Quantitative assay for human IGFBP-3 using ELISA. At the termination of the experiment, blood samples were collected in heparinized tubes and plasma was separated for the analysis of IGFBP-3 secreted from the human NSCLC cells using the Quantikine Human IGFBP-3 Immunoassay Kit (R&D Systems) following the manufacturer's protocol. The assay is based on the quantitative sandwich enzyme immunoassay employing monoclonal antibody specific for human IGFBP-3 precoated onto a microplate for solid-phase ELISA. The concentration of IGFBP-3 was extrapolated from the standard curve generated using recombinant human IGFBP-3.

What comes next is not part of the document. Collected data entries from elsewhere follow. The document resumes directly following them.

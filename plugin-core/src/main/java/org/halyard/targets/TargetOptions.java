package org.halyard.targets;

/**
 * Every parameter of {@link TargetAnalysis}, grouped by stage.
 *
 * @param peaks          peak picking
 * @param discreteEuler  Euler deconvolution for discrete picks (structural index 3)
 * @param linearEuler    Euler deconvolution on linear features (structural index 2)
 * @param fit            dipole fits
 * @param mass           moment-to-mass model
 * @param linear         linear-feature detection
 * @param assetBufferM   infrastructure match distance, m
 * @param assetMinShare  share of a feature's length that must lie within the buffer, 0 to 1
 * @param startDepthM    dipole-fit start depth below the sensors where Euler gives none, m
 */
public record TargetOptions(PeakOptions peaks, EulerOptions discreteEuler, EulerOptions linearEuler,
                            DipoleFitOptions fit, SteelMassModel mass, LinearFeatureOptions linear,
                            double assetBufferM, double assetMinShare, double startDepthM) {

    /** The defaults of each stage; a 10 m match buffer (assumed chart accuracy), half the length shared. */
    public static final TargetOptions DEFAULT = new TargetOptions(PeakOptions.DEFAULT, EulerOptions.DISCRETE,
            EulerOptions.LINEAR, DipoleFitOptions.DEFAULT, SteelMassModel.DEFAULT, LinearFeatureOptions.DEFAULT,
            10, 0.5, 2);

    public TargetOptions {
        if (!(startDepthM > 0)) {
            throw new IllegalArgumentException("dipole-fit start depth must be positive metres, got " + startDepthM);
        }
    }

    /** A one-line account of the methods and parameters, for output metadata. */
    public String describe() {
        return "peaks: local maxima of the analytic signal (Gaussian-smoothed, " + num(PeakPicker.SMOOTHING_CELLS)
                + " cell) above the " + num(PeakPicker.BACKGROUND_TILE_M) + " m tile median + " + peaks.thresholdFactor()
                + " x fourth-difference noise (1.4826 MAD / sqrt 70), window " + (2 * peaks.windowCells() + 1)
                + " cells, separation "
                + peaks.minSeparationM() + " m, parabolic sub-cell refinement; Euler deconvolution (Thompson 1982,"
                + " Reid et al. 1990) SI " + discreteEuler.structuralIndex() + " discrete / SI "
                + linearEuler.structuralIndex() + " linear, windows " + discreteEuler.windowSizesM()
                + " m, depth error <= " + discreteEuler.maxRelativeDepthError() + "; dipole fit (Levenberg-Marquardt)"
                + " radius " + fit.radiusM() + " m, background " + fit.background().name().toLowerCase(java.util.Locale.ROOT)
                + "; linear features: Hessian ridges of the analytic signal smoothed by " + linear.smoothingM()
                + " m and by " + linear.strikeSmoothingM() + " m along their strike, above the "
                + num(LinearFeatureDetector.BACKGROUND_TILE_M) + " m tile median + " + linear.thresholdFactor()
                + " x noise, at least "
                + linear.minLengthM() + " m, Euler SI " + linearEuler.structuralIndex() + " accepted at >= "
                + linear.minEulerShare() + " of the stations; asset buffer " + assetBufferM + " m";
    }

    /** A whole number without its ".0", as the description has always printed these figures. */
    private static String num(double v) {
        return v == Math.rint(v) ? Long.toString((long) v) : Double.toString(v);
    }
}
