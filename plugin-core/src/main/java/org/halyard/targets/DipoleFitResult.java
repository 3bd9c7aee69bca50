package org.halyard.targets;

import org.halyard.model.Dipole;

/**
 * A fitted point dipole and its standard errors.
 *
 * @param dipole      the dipole: position (x east, y north, z depth below the sea surface, positive down, m)
 *                    and moment (A m2)
 * @param background  fitted background at the start position, nT (0 when not fitted)
 * @param sigmaX      standard error of the easting, m
 * @param sigmaY      standard error of the northing, m
 * @param sigmaZ      standard error of the depth, m
 * @param sigmaMoment standard error of the moment magnitude, A m2 (first-order propagation)
 * @param rms         RMS residual, nT
 * @param samples     number of samples fitted
 * @param sensorDepth median sensor depth of the samples fitted, m, positive down
 */
public record DipoleFitResult(Dipole dipole, double background, double sigmaX, double sigmaY, double sigmaZ,
                              double sigmaMoment, double rms, int samples, double sensorDepth) {

    /** Depth of the dipole below the median sensor level, m, positive down. */
    public double depthBelowSensor() {
        return dipole.z() - sensorDepth;
    }
}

Immunohistochemical detection of proliferating cell nuclear antigen-positive and VEGF-positive cells. Tumor sections (5 μm thick) were deparaffinized and rehydrated in a graded series of alcohols. Following rehydration, an antigen retrieval process was done by placing the slides in 10 mmol/L sodium citrate buffer (pH 6.0) at 95°C for 20 min followed by 20-min cooling. The sections were washed in PBS and nonspecific binding sites were blocked with 1% bovine serum albumin with 2% goat serum in PBS before incubation with either anti-proliferating cell nuclear antigen (PCNA) or anti-VEGF antibodies for 2 h at room temperature. After washing, the sections were incubated with biotinylated secondary antibody for 45 min followed by horseradish peroxidase-conjugated streptavidin, washing in PBS, incubation with diaminobenzidine substrate, and counterstaining with hematoxylin. Photographs of representative pictures were taken and the numbers of PCNA-positive or terminal deoxynucleotidyl transferase-mediated dUTP nick-end labeling (TUNEL)-positive cells were detected and counted using a light microscope. The results are presented as the number of positive cells × 100 divided by the total number of cells.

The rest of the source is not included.